Least that’s what I understood to have been the case. Was it not ?

George Bataille, translator of THE TRIALS OF GILLES DE RAIS, makes a good point for the validity of Gilles’ guilt- that his confessions don’t match the usual pattern of “witchcraft confessions” but they are quite similar to the confessions of serial killers.

You’re sure about this? Always thought Charles VII ordered him to assist Joan. I mean I don’t think she really got to chose her military backers. She probably liked him and they were friends but arent you reversing how things happened?

BTW, when will there be a fucking movie about Gilles? Fiction cant beat his own personal story…

…when was this?

But did they ever weigh her against a duck, just to be sure?

Yeah. She passed. But they forgot to take off her armor first, so who knows?

1456.

If ever there is, they should call it Bluebeard. (A tale inspired by de Rais, who was, among other things, quite the dandy, and dyed his beard blue; though he never married even once.)

It’s actually the other way round. The reason why some of Murray’s interpretations seem so Wiccan is that those interpretations - which most historians now firmly reject - played a central role in the subsequent invention of Wicca.

Murray was certainly imposing her own ideas on the evidence, but, in fairness to her, those ideas were largely her own.

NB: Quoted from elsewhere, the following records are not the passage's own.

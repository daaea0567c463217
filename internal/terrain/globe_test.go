package terrain

import (
	"math"
	"testing"

	"github.com/paulmach/orb"

	"ridgehop/profile"
)

// slanted is a grid in degrees whose heights rise evenly to the east, 64 m a
// degree from longitude east0 on, and to the north, 16 m a degree: such a plane
// is its own bilinear interpolation. Pixels are 1/64 degree.
func slanted(left, top float64, columns, rows int, east0 float64) grid {
	return slantedIn(1.0/64, left, top, columns, rows, east0)
}

func slantedIn(pixel, left, top float64, columns, rows int, east0 float64) grid {
	g := grid{columns: columns, rows: rows, left: left, top: top, pixel: pixel}
	g.height = func(column, row int) float64 {
		return slantedAt(left+(float64(column)+0.5)*pixel-east0, top-(float64(row)+0.5)*pixel)
	}
	return g
}

func slantedAt(east, lat float64) float64 { return 200 + 64*east + 16*lat }

func TestAcrossTheAntimeridian(t *testing.T) {
	inSystem := func(g grid, system string) grid {
		g.system = system
		return g
	}
	const half = 1.0 / 128 // half a pixel: pixels of point tiles are centred on whole degrees
	cases := []struct {
		name  string
		grids map[string]grid
	}{
		{"two tiles that abut", map[string]grid{
			"N10E179.asc": slanted(179, 11, 64, 64, 180), "N10W180.asc": slanted(-180, 11, 64, 64, -180),
		}},
		{"two tiles that share a column", map[string]grid{
			"N10E179.asc": slanted(179-half, 11+half, 65, 65, 180), "N10W180.asc": slanted(-180-half, 11+half, 65, 65, -180),
		}},
		{"two tiles of 0 to 360 degrees", map[string]grid{
			"a.asc": slanted(179, 11, 64, 64, 180), "b.asc": slanted(180, 11, 64, 64, 180),
		}},
		{"one tile in the middle", map[string]grid{"a.asc": slanted(179, 11, 128, 64, 180)}},
		{"one tile in the middle, counted from the west", map[string]grid{"a.asc": slanted(-181, 11, 128, 64, -180)}},
		{"two tiles without codes", map[string]grid{
			"a.asc": inSystem(slanted(179, 11, 64, 64, 180), "esri-wgs84"), "b.asc": inSystem(slanted(-180, 11, 64, 64, -180), "esri-wgs84"),
		}},
		{"two tiles on another datum", map[string]grid{
			"a.asc": inSystem(slanted(179, 11, 64, 64, 180), "4269"), "b.asc": inSystem(slanted(-180, 11, 64, 64, -180), "4269"),
		}},
		{"two tiles of 0 to 360 degrees on another datum", map[string]grid{
			"a.asc": inSystem(slanted(179, 11, 64, 64, 180), "4269"), "b.asc": inSystem(slanted(180, 11, 64, 64, 180), "4269"),
		}},
		// 360 is no whole number of these pixels, so that the grid does not close.
		{"one tile of odd pixels", map[string]grid{"a.asc": slantedIn(0.013, 179.1, 11, 140, 80, 180)}},
		{"one tile of odd pixels, counted from the west", map[string]grid{"a.asc": slantedIn(0.013, -180.9, 11, 140, 80, -180)}},
		{"one tile of odd pixels on another datum", map[string]grid{"a.asc": inSystem(slantedIn(0.013, 179.1, 11, 140, 80, 180), "4269")}},
		{"one tile of odd pixels on another datum, counted from the west", map[string]grid{
			"a.asc": inSystem(slantedIn(0.013, -180.9, 11, 140, 80, -180), "4269"),
		}},
	}
	paths := map[string][2]orb.Point{
		"from the east":                   {{179.7, 10.3}, {-179.7, 10.6}},
		"from the west":                   {{-179.7, 10.6}, {179.7, 10.3}},
		"counted beyond 180":              {{179.7, 10.3}, {180.3, 10.6}},
		"counted beyond -180":             {{-180.3, 10.3}, {-179.7, 10.6}},
		"along it":                        {{180, 10.2}, {-180, 10.8}},
		"along it, counted from the west": {{-180, 10.2}, {-180, 10.8}},
	}
	for _, c := range cases {
		t.Run(c.name, func(t *testing.T) {
			terrain := loadedGrids(t, c.grids)
			for name, ends := range paths {
				path := pathOf(t, ends[0], ends[1])
				p := sampled(t, terrain, path, profile.Sampling{SpacingM: path.LengthM / 19000})
				checkHeights(t, name, path, p, func(place orb.Point) float64 {
					return slantedAt(math.Remainder(place.Lon()-180, 360), place.Lat())
				})
			}
		})
	}
}

// checkHeights holds heights against what they ought to be at their places: of
// very near samples every fiftieth and each that is not like the one before.
// The tolerance is 1 cm of ground on a slope of 64 m a degree and the single
// precision of heights.
func checkHeights(t *testing.T, name string, path profile.Path, p *profile.Profile, want func(orb.Point) float64) {
	t.Helper()
	const tolerance = 1e-4
	wrong := 0
	for i, got := range p.GroundM {
		if i%50 != 0 && i != len(p.GroundM)-1 && math.Abs(got-p.GroundM[i-1]) < 0.01 {
			continue
		}
		place := placeOf(path, p.DistanceM[i])
		if want := want(place); !near(got, want, tolerance) {
			if wrong++; wrong <= 3 {
				t.Errorf("%s: sample %d of %d at %v: got %g, want %g", name, i, len(p.GroundM), place, got, want)
			}
		}
	}
	if wrong > 3 {
		t.Errorf("%s: got %d wrong heights", name, wrong)
	}
}

// A raster of the whole globe meets itself at its ends, whichever meridian they
// lie on. Heights are a plane in latitude and a wave in longitude, sampled at
// pixel centres only, so the second opinion is the bilinear formula.
func TestWholeGlobe(t *testing.T) {
	wave := func(lon float64) float64 { return math.Round(4000 * (1 + math.Cos(lon*math.Pi/180))) }
	for name, left := range map[string]float64{"from -180": -180, "from 0": 0, "from -180, points": -180.5, "from 0, points": -0.5} {
		t.Run(name, func(t *testing.T) {
			g := grid{columns: 360, rows: 180, left: left, top: 90, pixel: 1}
			g.height = func(column, row int) float64 { return wave(left + float64(column) + 0.5) }
			terrain := loadedGrids(t, map[string]grid{"globe.asc": g})
			for _, lon := range []float64{-180, -179.7, -90.2, -0.4, 0, 0.3, 90.1, 179.6, 180, 269.779155, 359.9995} {
				centre := math.Floor(lon-left-0.5) + left + 0.5
				f := lon - centre
				want := wave(centre)*(1-f) + wave(centre+1)*f
				if got := spot(t, terrain, orb.Point{lon, 12.3}); !near(got, want, 1e-3) {
					t.Errorf("at longitude %g: got %g, want %g", lon, got, want)
				}
			}
		})
	}
}

// Heights near a pole depend on the latitude alone; in the half pixel around
// the pole the outermost row decides.
func TestByThePoles(t *testing.T) {
	const (
		pixel = 0.25
		rows  = 16
	)
	for _, south := range []bool{false, true} {
		g := grid{columns: 1440, rows: rows, left: -180, top: 90, pixel: pixel}
		want := func(lat float64) float64 { return 100 + 500*min(90-lat, 90-pixel/2) }
		g.height = func(_, row int) float64 { return 100 + 500*(float64(row)+0.5)*pixel }
		if south {
			g.top = -90 + rows*pixel
			g.height = func(_, row int) float64 { return 100 + 500*(rows-float64(row)-0.5)*pixel }
		}
		terrain := loadedGrids(t, map[string]grid{"cap.asc": g})
		sign := 1.0
		if south {
			sign = -1
		}
		for name, ends := range map[string][2]orb.Point{
			"over the pole":         {{10, 89.2}, {-170, 89.3}},
			"beside the pole":       {{10, 89.2}, {-171, 89.3}},
			"wide of the pole":      {{10, 88.5}, {100, 88.9}},
			"from beside the pole":  {{0, 89.9999}, {-75, 88.8}},
			"over the antimeridian": {{170, 88}, {-160, 88.3}},
		} {
			path := pathOf(t, orb.Point{ends[0][0], sign * ends[0][1]}, orb.Point{ends[1][0], sign * ends[1][1]})
			p := sampled(t, terrain, path, profile.Sampling{SpacingM: 50})
			worst := 0.0
			for i, got := range p.GroundM {
				lat := math.Abs(placeOf(path, p.DistanceM[i]).Lat())
				expected := want(90 - max(90-lat, pixel/2))
				worst = max(worst, math.Abs(got-expected))
				if math.IsNaN(got) {
					worst = math.Inf(1)
				}
			}
			// 500 m a degree are 4.5 mm a metre: 1 cm of ground, and the single
			// precision of heights near 1000 m.
			if worst > 1e-3 {
				t.Errorf("south %t, %s: got %g m off at most, want 0", south, name, worst)
			}
		}
	}
}

// One tile that reaches the pole.
func TestTileAtThePole(t *testing.T) {
	folder := t.TempDir()
	writeHGT(t, folder, "N89E010.hgt", hgtSide, func(_, row int) float64 { return float64(row) })
	terrain := loaded(t, folder)
	path := pathOf(t, orb.Point{10.1, 89.2}, orb.Point{10.9, 89.95})
	p := sampled(t, terrain, path, profile.Sampling{SpacingM: 30})
	for i, got := range p.GroundM {
		if want := (90 - placeOf(path, p.DistanceM[i]).Lat()) * 1200; !near(got, want, 1e-3) {
			t.Fatalf("sample %d: got %g, want %g", i, got, want)
		}
	}
}

func TestOverTheEquatorAndGreenwich(t *testing.T) {
	terrain := loadedGrids(t, map[string]grid{
		"N00E000.asc": slanted(0, 1, 64, 64, 0), "N00W001.asc": slanted(-1, 1, 64, 64, 0),
		"S01E000.asc": slanted(0, 0, 64, 64, 0), "S01W001.asc": slanted(-1, 0, 64, 64, 0),
	})
	for name, ends := range map[string][2]orb.Point{
		"north-east to south-west": {{0.4, 0.3}, {-0.3, -0.5}},
		"along the equator":        {{-0.6, 0}, {0.6, 0}},
		"along Greenwich":          {{0, -0.6}, {0, 0.6}},
		"south alone":              {{-0.8, -0.2}, {0.7, -0.9}},
	} {
		path := pathOf(t, ends[0], ends[1])
		checkHeights(t, name, path, sampled(t, terrain, path, profile.Sampling{}), func(place orb.Point) float64 {
			return slantedAt(place.Lon(), place.Lat())
		})
	}
}

// A polar projection's raster reaches to the pole and around it, though its
// edges do not.
func TestPolarProjection(t *testing.T) {
	g := grid{columns: 60, rows: 60, left: -3e6, top: 3e6, pixel: 1e5, system: "3031", height: constant(2835)}
	terrain := loadedGrids(t, map[string]grid{"antarctica.asc": g})
	for _, place := range []orb.Point{{0, -90}, {45, -89.9}, {-139, -89.99}, {170, -75}, {-179.5, -80}, {-60, -70}} {
		if got := spot(t, terrain, place); got != 2835 {
			t.Errorf("at %v: got %g, want 2835", place, got)
		}
	}
	if got := spot(t, terrain, orb.Point{0, -50}); !math.IsNaN(got) {
		t.Errorf("outside: got %g, want a void", got)
	}
}

// Spacing and the order of rasters go by what a pixel is on the ground, which a
// Mercator unit is not: at 60 degrees it is half a metre.
func TestPixelOfAMercatorRaster(t *testing.T) {
	g := grid{columns: 200, rows: 200, left: 0, top: 8_440_000, pixel: 100, system: "3857", height: constant(5)}
	coarse := grid{columns: 100, rows: 100, left: 0, top: 60.2, pixel: 0.00075, height: constant(7)} // 42 m east to west
	terrain := loadedGrids(t, map[string]grid{"mercator.asc": g, "degrees.asc": coarse})
	path := pathOf(t, orb.Point{0.01, 60.13}, orb.Point{0.06, 60.17})
	p := sampled(t, terrain, path, profile.Sampling{Rasters: []string{"mercator.asc"}})
	want := 100 * math.Cos(60.15*math.Pi/180)
	if math.Abs(p.PixelM-want) > 0.3 {
		t.Errorf("pixel on the path: got %g m, want %g", p.PixelM, want)
	}
	if most := want * math.Sqrt2; p.SpacingM > most { // from corner to corner of a cell
		t.Errorf("spacing: got %g m, want at most %g", p.SpacingM, most)
	}
	if all := sampled(t, terrain, path, profile.Sampling{}); all.GroundM[0] != 7 {
		t.Errorf("got %g, want 7 of the finer raster", all.GroundM[0])
	}
	for _, r := range listed(t, terrain) {
		if want := 100 * math.Cos(r.Bound.Center().Lat()*math.Pi/180); r.Name == "mercator.asc" && math.Abs(r.PixelM-want) > 0.3 {
			t.Errorf("pixel in the list: got %g m, want %g", r.PixelM, want)
		}
	}
}

// Over the antimeridian in a projection that does not feel it.
func TestProjectionOverTheAntimeridian(t *testing.T) {
	// UTM zone 1N: 180 degrees lie at 166 km east of its false origin.
	g := grid{columns: 500, rows: 200, left: 120e3, top: 1_120e3, pixel: 400, system: "32601"}
	g.height = func(column, row int) float64 { return float64(column) + float64(row)/4 }
	terrain := loadedGrids(t, map[string]grid{"a.asc": g})
	projector, err := terrain.gdal.NewProjector(terrain.mosaics[0].crs)
	must(t, err)
	defer projector.Close()
	for _, ends := range [][2]orb.Point{{{179.8, 9.8}, {-179.7, 9.9}}, {{-179.7, 9.9}, {179.8, 9.8}}} {
		path := pathOf(t, ends[0], ends[1])
		checkHeights(t, "path", path, sampled(t, terrain, path, profile.Sampling{}), func(place orb.Point) float64 {
			x, y := []float64{math.Remainder(place.Lon(), 360)}, []float64{place.Lat()}
			must(t, projector.Project(x, y))
			return g.bilinear(x[0], y[0])
		})
	}
}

(OK, it’s a bit more complicated than that, as the whole idea of pagan survivals was very much a trendy one of the time, but there is no doubt that it was her own particular spin on it that then gets picked up by the first generation of Wiccans.)

It seems I have rarely been been so thoroughly incorrect on so many individual points as I have in this thread. I’m going to go and sit quietly in the corner now.

I don’t know that there’s any evidence that Joan believed anything particularly heterodox. Even her assertion that saints and angels spoke to her, while odd, was within the Catholic mystical tradition. Some of Murray’s assertions seem to me to be silly. Joan’s trial was a big deal not because it was the “first great trial of strength between the old [paganism] and the new [Christianity] religions”. As pretty much everybody but Murray recognized, paganism was pretty much dead in 15th century France, the only thing left of it some folk religion and customs. Joan’s trial was a big deal because Joan was a big deal. She had pretty much singlehandedly resurrected the French cause, and even more than that, she had given it divine sanction. The English had discredit her visions or else admit that God wanted the Dauphin to win the war. That also explains why the French didn’t do anything to help her after she was caught. They couldn’t afford to be seen as supporting a witch.

And the idea that wearing men’s clothing was some sort of outward sign of Paganism, I have no idea where Murray is getting that from. She had worn men’s clothing on her trip to Chinon to disguise herself as a boy, because she had been afraid of being raped by Burgundian soldiers, and she wore men’s clothing in the prison (one of the things that got her burnt) because they had taken away all her other clothing and she had nothing to wear.

[shrug] So? The Gods work in mysterious ways.

Shakespeare sussed it:

Leslie Feinberg in Transgender Warriors put forth the theory that JdA was condemned for dressing male, i.e. being trans. This is in the context of Feinberg’s Marxist-inspired historical analysis that witchcraft as well as gender transgression were tied to peasant resistance against the political-economic establishment in the Middle Ages, and as late as the 19th century with the Luddite movement and the Molly Maguires. (Luddite has become a synonym for mere anti-technology, but in fact it was the first rebellion of the working class in the industrial revolution that produced the working class.) In the case of JdA, who seems to have been trans and who led armies of peasants against the powers that be, here was obviously a danger to the established order that had to be put down.